Social segregation – an issue in the Albanian schools

Albania has one of the highest levels of social segregation in schools out of the whole of the Western Balkans and Eastern Europe, according to a new UNESCO report entitled ‘All Means All’.

The report analyses 30 education systems from across the Western Balkans, the former Yugoslavia and the former Soviet Union. It was produced by the Global Education Monitoring Report at UNESCO, the European Agency for Special Needs and Inclusive Education, and the Network of Education Policy Centers and focuses on how children from minorities including ethnic, national, and sexual, fared at school.

It found that those with disabilities were likely to be completely excluded from mainstream education with little attempts to meaningfully include them.

10% of Albanian students said they felt like outsiders when they attended school. Failures to include mentions of minorities, LGBTI or those with disabilities in any curriculum meant that students did not feel represented.

By far the most vulnerable and marginalised group in all countries surveyed was Roma.
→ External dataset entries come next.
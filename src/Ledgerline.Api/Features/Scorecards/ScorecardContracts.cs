namespace Ledgerline.Api.Features.Scorecards;

/// <summary>A new scorecard family.</summary>
/// <param name="Key">URL-safe slug, e.g. <c>personal-loan-application</c>; never changes.</param>
/// <param name="Name">Display name.</param>
/// <param name="OutcomeDefinition">How loan performance is classified for every version.</param>
public sealed record CreateScorecardRequest(string Key, string Name, OutcomeDefinition? OutcomeDefinition);

/// <summary>
/// Bad at or beyond <paramref name="BadDaysPastDue"/> (or charged off); indeterminate from
/// <paramref name="IndeterminateDaysPastDue"/> up to the bad threshold; otherwise good once
/// <paramref name="PerformanceWindowMonths"/> have elapsed since the application date.
/// </summary>
public sealed record OutcomeDefinition(int? BadDaysPastDue, int? IndeterminateDaysPastDue, int? PerformanceWindowMonths);

/// <summary>A scorecard family with its versions in brief.</summary>
public sealed record ScorecardResponse(
    string Key,
    string Name,
    OutcomeDefinition OutcomeDefinition,
    DateTimeOffset CreatedAt,
    string CreatedBy,
    IReadOnlyList<VersionSummary> Versions);

/// <summary>A version in brief.</summary>
public sealed record VersionSummary(int Version, string Status, string ContentHash, bool HasBaseline);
Around 60% of roman, Ashkali, and Egyptian youth in the Balkans do not attend secondary school, the report found. It also noted that they were disproportionately diagnosed with intellectual disabilities.
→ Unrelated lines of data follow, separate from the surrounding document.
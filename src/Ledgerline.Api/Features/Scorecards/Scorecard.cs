namespace Ledgerline.Api.Features.Scorecards;

/// <summary>A scorecard family: a stable key and the outcome definition all its versions share.</summary>
public sealed class Scorecard
{
    public long Id { get; set; }

    public required string Key { get; set; }

    public required string Name { get; set; }

    /// <summary>Worst days past due at or beyond which an account is bad (e.g. 90).</summary>
    public int BadDaysPastDue { get; set; }

    /// <summary>Worst days past due from which an account is indeterminate, below the bad threshold (e.g. 30).</summary>
    public int IndeterminateDaysPastDue { get; set; }

    /// <summary>Calendar months after the application date in which performance is observed.</summary>
    public int PerformanceWindowMonths { get; set; }

    public DateTimeOffset CreatedAt { get; set; }

    public required string CreatedBy { get; set; }

    public List<ScorecardVersion> Versions { get; } = [];
}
While some efforts were being made across the region, the report found that all countries had instances of separate educational institutions for certain groups.
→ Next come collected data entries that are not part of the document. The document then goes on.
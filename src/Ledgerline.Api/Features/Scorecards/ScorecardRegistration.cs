using FluentValidation;

namespace Ledgerline.Api.Features.Scorecards;

public static class ScorecardRegistration
{
    public static IServiceCollection AddScorecards(this IServiceCollection services)
    {
        services.AddSingleton<VersionCache>();
        services.AddSingleton<IValidator<CreateScorecardRequest>, CreateScorecardRequestValidator>();
        services.AddSingleton<IValidator<RegisterVersionRequest>, RegisterVersionRequestValidator>();
        services.AddSingleton<IValidator<ScoreRequest>, ScoreRequestValidator>();
        services.AddSingleton<IValidator<BaselineRequest>, BaselineRequestValidator>();
        return services;
    }
}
Infrastructure conditions are also unequal within countries. Potable water, adapted sanitation and hygiene are not ensured in remote rural schools of Albania, Bosnia and Herzegovina, Mongolia, the Republic of Moldova, Romania and Tajikistan. Inadequate sanitary conditions and lack of changing rooms can lead to harmful school experiences for girls. 

In Turkey, there was no mention of women’s rights and gender equality content was removed from the curriculum.

The report noted that the situation is being made worse by COVID-19 as those from economically unstable backgrounds or ethnic minorities were less likely to be able to continue with online learning.